Tuesday, March 13, 2007

'miss golightly i protest'

So the Anti-Crime marches in JHB and Durban weren’t the quite Million Man marches which were predicted and in some circles expected. Approximately 50 concerned activists in each city vibrantly protested on our behalf for a safer living environment. Shout outz, Bigupz and kudos to you but to the organisers I suggest the following:

1.Acknowledge that it’s kinda hard to mobilise the tax paying middle class, they like to protest in boutiques.
2.You have got to glam it up, I would have gotten a few corporate sponsors; hampers which included a tres kool, yellow and red, protest t-shirt and there would have been a Platinum Card VIP area with access to special toilets – basically I would have made a few people pay for the privilege of mass protesting.
3.Finally, these marches needed to be in the middle of a working week, nothing like patriotically skipping a few hours of work for the cause.


Anyway, despite the poor turn-out, crime is a real problem and I think that it is on the political agenda. This in itself isn’t enough and we need to sensibly exert our influence in order to make this place much-much safer, I wouldn’t purport to know how we do this exactly but it should be via as many channels and forums as possible.

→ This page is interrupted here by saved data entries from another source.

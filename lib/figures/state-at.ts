import { checkpointBefore } from '@/db/queries/derived'
import { factsOf, type StoredFacts } from '@/db/queries/facts'
import { readState } from '@/db/queries/system-state'
import type { Trx } from '@/db/roles'
import { initialState, parseState, step, type FoldState, type Instant } from '@/lib/analysis/fold'
import { foldItems } from '@/lib/figures/fold-items'

/**
 * The state of a system's fold as of an instant: the head when that is no later, else the last checkpoint before
 * it, folded on.
 * @param trx under the service's role: samples are read.
 */
export async function stateAt(
  trx: Trx,
  systemId: string,
  at: Instant,
): Promise<{ state: FoldState; facts: StoredFacts }> {
  const facts = await factsOf(trx, systemId)
  const head = await readState(trx, systemId)
  if (head !== null && head.headAtMs !== null && head.headAtMs <= at)
    return { state: parseState(JSON.stringify(head.head)), facts }
  const found = await checkpointBefore(trx, systemId, at, true)
  const state = found === null ? initialState() : parseState(JSON.stringify(found.state))
  for await (const page of foldItems(trx, facts, found?.atMs ?? -Infinity, at)) {
    for (const item of page) step(state, item)
  }
  return { state, facts }
}
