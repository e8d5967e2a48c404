import { writeFigures } from '@/db/queries/system-state'
import type { Trx } from '@/db/roles'
import { figuresOf, type AboardWord, type Figures } from '@/lib/analysis/figures'
import type { Instant } from '@/lib/analysis/fold'
import { figuresBasis } from '@/lib/figures/figures-at'

/** What stands in `system_state.figures`: all that a fleet page reads of a system. */
export type StoredFigures = Figures & { aboard: AboardWord }

/**
 * Computes a system's figures as of `at` and keeps them on its state row. Called at each commit of new samples and
 * by the tick, since a state such as `unheard` comes with time alone.
 * @returns the figures, or null when there is no such system.
 */
export async function storeFigures(trx: Trx, systemId: string, at: Instant): Promise<StoredFigures | null> {
  const basis = await figuresBasis(trx, systemId, at)
  if (basis === null) return null
  const figures = { ...figuresOf(basis.input), aboard: basis.aboard }
  await writeFigures(trx, systemId, figures, new Date(at))
  return figures
}
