import { PA_PER_INHG, formatDuration, formatVacuum } from '@/shared/units'
import type { HoldTimeEstimate } from '../hold-time'
import { median } from '../statistics'
import type { FiguresInput, SystemState } from './types'

/** Under this hold time a system short-cycles. */
export const SHORT_CYCLING_SECONDS = 600
const RUNNING_ON_LEAST_SECONDS = 300
/** A rise under this in two minutes is none (twice a logger's step). */
const NO_RISE_PA = 70
const OFF_UNDER_CUT_IN_PA = PA_PER_INHG
const OFF_AFTER_SECONDS = 600

export interface StateFinding {
  state: SystemState
  since: number | null
  reason: string
}

/** What people said or the newest readings show, in the order that rules; null = the hold time decides. */
export function stateBeforeHoldTime(input: FiguresInput): StateFinding | null {
  return unheard(input) ?? said(input) ?? runningOn(input) ?? off(input)
}

function unheard({ at, lastHeardAt, settings }: FiguresInput): StateFinding | null {
  if (lastHeardAt === null) return { state: 'unheard', since: null, reason: 'nothing heard yet' }
  const silentSeconds = (at - lastHeardAt) / 1000
  if (silentSeconds <= settings.silenceSeconds) return null
  return {
    state: 'unheard',
    since: lastHeardAt,
    reason: `nothing heard for ${formatDuration(silentSeconds)}`,
  }
}

function said({ statement }: FiguresInput): StateFinding | null {
  if (statement === null || statement.value === 'off') return null
  const words = statement.value === 'laid-up' ? 'said to be laid up' : 'being worked on'
  return { state: statement.value, since: statement.since, reason: words }
}

/** The last instant anything is known of. */
const knownUntil = ({ at, lastHeardAt }: FiguresInput): number => Math.min(at, lastHeardAt ?? at)

function runningOn(input: FiguresInput): StateFinding | null {
  const { run } = input.open
  if (run === null || run.interrupted) return null
  const seconds = (knownUntil(input) - run.startedAt) / 1000
  const needed = neededSeconds(input)
  const limit = Math.max(RUNNING_ON_LEAST_SECONDS, 2 * (needed ?? RUNNING_ON_LEAST_SECONDS))
  if (seconds < limit || (input.risePa !== null && input.risePa > NO_RISE_PA)) return null
  const usual = needed === null ? '' : `, ${formatDuration(needed)} would do`
  return { state: 'running-on', since: run.startedAt, reason: `on for ${formatDuration(seconds)}${usual}` }
}

/** What the learned recharge needs from the vacuum at the run's start; by usual run lengths without vacuum. */
function neededSeconds({ open, learned, rows }: FiguresInput): number | null {
  const fromPa = open.run?.vacuumAtStartPa ?? null
  if (fromPa !== null && learned.cutOutPa !== null && learned.rechargePaPerSecond !== null) {
    return Math.max(0, learned.cutOutPa - fromPa) / learned.rechargePaPerSecond
  }
  const ended = rows.runs.filter((run) => !run.interrupted && run.trigger !== 'startup')
  return median(ended.map((run) => (run.stoppedAt - run.startedAt) / 1000))
}

/** Said to be off, or vacuum an inch under the cut-in for ten minutes and no start. */
function off(input: FiguresInput): StateFinding | null {
  if (input.statement?.value === 'off') {
    return { state: 'off', since: input.statement.since, reason: 'said to be switched off' }
  }
  const { current, learned, open, rows } = input
  if (open.run !== null || open.hold !== null || current?.pumpOn === true) return null
  const vacuumPa = current?.vacuumPa ?? null
  if (vacuumPa === null || learned.cutInPa === null) return null
  if (vacuumPa > learned.cutInPa - OFF_UNDER_CUT_IN_PA) return null
  const ends = [...rows.holds.map((hold) => hold.endedAt), ...rows.runs.map((run) => run.stoppedAt)]
  const since = ends.length === 0 ? null : Math.max(...ends)
  if (since !== null && knownUntil(input) - since < OFF_AFTER_SECONDS * 1000) return null
  return {
    state: 'off',
    since,
    reason: `${formatVacuum(vacuumPa, 'inHg')}, under the cut-in, and the pump does not start`,
  }
}

/** The state by hold time alone; a bound that does not reach the limit says nothing. */
export function stateByHoldTime(
  hold: Pick<HoldTimeEstimate, 'seconds' | 'bound'> | null,
  settings: { limitSeconds: number; aimSeconds: number },
): SystemState {
  if (hold === null) return 'learning'
  if (hold.seconds >= settings.aimSeconds) return 'tight'
  if (hold.bound === 'at-least' && hold.seconds < settings.limitSeconds) return 'learning'
  if (hold.seconds >= settings.limitSeconds) return 'weeping'
  return hold.seconds >= SHORT_CYCLING_SECONDS ? 'leaking' : 'short-cycling'
}

/** The sentence beside a state by hold time. */
export function reasonByHoldTime(input: FiguresInput, hold: HoldTimeEstimate | null): string {
  if (input.settings.kind === 'on-demand') return 'no standing vacuum: hold time does not apply'
  if (hold === null) return 'too few quiet hours heard yet'
  const length = `${hold.bound === null ? 'holds' : 'holds at least'} ${formatDuration(hold.seconds)}`
  const { limitSeconds, aimSeconds } = input.settings
  if (hold.seconds >= aimSeconds) return `${length}, over the aim of ${formatDuration(aimSeconds)}`
  if (hold.seconds >= limitSeconds) return `${length}, over the limit of ${formatDuration(limitSeconds)}`
  return `${length}, under the limit of ${formatDuration(limitSeconds)}`
}
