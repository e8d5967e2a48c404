import type { Trx } from '@/db/roles'
import { openRows, type Instant, type OpenRows } from '@/lib/analysis/fold'
import { stateAt } from '@/lib/figures/state-at'

/** The run, hold and leg that were open at `at`: to be shown after the rows known then. Service's role. */
export async function openRowsAt(trx: Trx, systemId: string, at: Instant): Promise<OpenRows> {
  return openRows((await stateAt(trx, systemId, at)).state)
}
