import type { HoldRow } from '../fold/types'
import type { HoldTimeEstimate } from '../hold-time'
import { median } from '../statistics'
import type { Cause, Figures, FiguresInput, LeakSigns, SystemState } from './types'

const DAY_MS = 86_400_000
const FEWEST = 3

/**
 * Rate, recharge, differential and K = r/(R + r) over the last day and, for the usual, over the days before.
 * Rates come from holds that the leak ended, like with like; where those are few the fitted rate stands for now.
 */
export function signsOf(input: FiguresInput, hold: HoldTimeEstimate | null): Figures['signs'] {
  const split = input.at - DAY_MS
  const isNow = (endedAt: number) => endedAt > split
  const now = signsFrom(input, (endedAt) => isNow(endedAt))
  const usual = signsFrom(input, (endedAt) => !isNow(endedAt))
  const rate = now.ratePaPerSecond ?? (hold?.rate ? hold.rate.paPerHour / 3600 : null)
  return { now: withRatio({ ...now, ratePaPerSecond: rate }), usual: withRatio(usual) }
}

function signsFrom({ rows }: FiguresInput, wanted: (endedAt: number) => boolean): LeakSigns {
  const holds = newest(rows.holds).filter((hold) => !hold.setAside && wanted(hold.endedAt))
  const rates = holds.flatMap((hold) => rateOfHold(hold) ?? [])
  const recharges = newest(rows.runs)
    .filter((run) => !run.interrupted && run.trigger !== 'startup' && wanted(run.stoppedAt))
    .flatMap((run) => run.rechargePaPerSecond ?? [])
  // Measured points, not the learned medians: a switch that drifts is seen as soon as three holds show it.
  const differentials = holds.flatMap((hold) =>
    hold.ending === 'leak' && hold.cutOutPa !== null && hold.endPa !== null
      ? [hold.cutOutPa - hold.endPa]
      : [],
  )
  const middle = (values: number[]) => (values.length < FEWEST ? null : median(values))
  return {
    ratePaPerSecond: middle(rates),
    rechargePaPerSecond: middle(recharges),
    differentialPa: middle(differentials),
    ratio: null,
  }
}

/** As many of the newest rows as a median needs: a short-cycling pump makes hundreds a day. */
const MOST_ROWS = 1_200
function newest<Row extends { startedAt: number }>(rows: readonly Row[]): readonly Row[] {
  if (rows.length <= MOST_ROWS) return rows
  return [...rows].sort((a, b) => b.startedAt - a.startedAt).slice(0, MOST_ROWS)
}

function rateOfHold(hold: HoldRow): number | null {
  if (hold.ending !== 'leak' || hold.flushes > 0) return null
  const fromPa = hold.settledPa ?? hold.cutOutPa
  const seconds = (hold.endedAt - hold.startedAt) / 1000
  if (fromPa === null || hold.endPa === null || seconds <= 0) return null
  return (fromPa - hold.endPa) / seconds
}

function withRatio(signs: LeakSigns): LeakSigns {
  const { ratePaPerSecond: rate, rechargePaPerSecond: recharge } = signs
  return rate === null || recharge === null || !(recharge + rate > 0)
    ? signs
    : { ...signs, ratio: rate / (recharge + rate) }
}

/** Changes under these factors are weather and chance (judged). */
const RATE_CHANGED = 1.3
const RECHARGE_CHANGED = 1.2
const DIFFERENTIAL_SHRANK = 0.75

/**
 * Which of leak, pump, switch and gas space shortens the holds: D down with r the same, the switch; r and R up
 * together with K the same, the gas space; R down with r the same, the pump; r up, the leak (with R down, a
 * suction check valve, which is a leak as well). Without a usual to compare with, a system that holds too short
 * leaks; a sound one has no cause: null.
 */
export function causeOf(state: SystemState, { now, usual }: Figures['signs']): Cause | null {
  const factor = (a: number | null, b: number | null): number | null =>
    a === null || b === null || !(b > 0) ? null : a / b
  const rate = factor(now.ratePaPerSecond, usual.ratePaPerSecond)
  const recharge = factor(now.rechargePaPerSecond, usual.rechargePaPerSecond)
  const differential = factor(now.differentialPa, usual.differentialPa)
  const ratio = factor(now.ratio, usual.ratio)
  const rateUp = rate !== null && rate > RATE_CHANGED
  if (differential !== null && differential < DIFFERENTIAL_SHRANK && !rateUp) return 'switch'
  const rechargeUp = recharge !== null && recharge > RECHARGE_CHANGED
  if (rateUp && rechargeUp && ratio !== null && Math.abs(Math.log(ratio)) < 0.2) return 'gas-space'
  if (recharge !== null && recharge < 1 / RECHARGE_CHANGED && !rateUp) return 'pump'
  if (rateUp) return 'leak'
  return state === 'leaking' || state === 'short-cycling' || state === 'weeping' ? 'leak' : null
}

That’s the point really, back in the day, good ol’ protest marches were one of the better ways to exert influence and mobilise sentiment but today as a result of all of this struggle, many more platforms have been opened up for dissent, Radio; Television; The Internet; Financial Institutions placing adverts in the Sunday Papers blah de blah green tea.

This puts the subject into the public discourse, it puts it on agendas, it gets people focused and begins to build models which can be replicated to solve this multi-faceted problem. Things happen at grassroots, things happen at a macro-level and in between we complain about it not happening fast enough – “Where is all of this money that I’m paying to prevent anarchy going?”

I said before that we don’t know what we don’t know and that that is one of the major problems that we face, we don’t know what it really feels like to be safe in our own environment hence it’s very difficult to fight aggressively for that end state of which we have been robbed.

I wasn’t there, I did however wear these cool t-shirts this weekend, sometimes there is as much of a message in the accessories as there is in the means.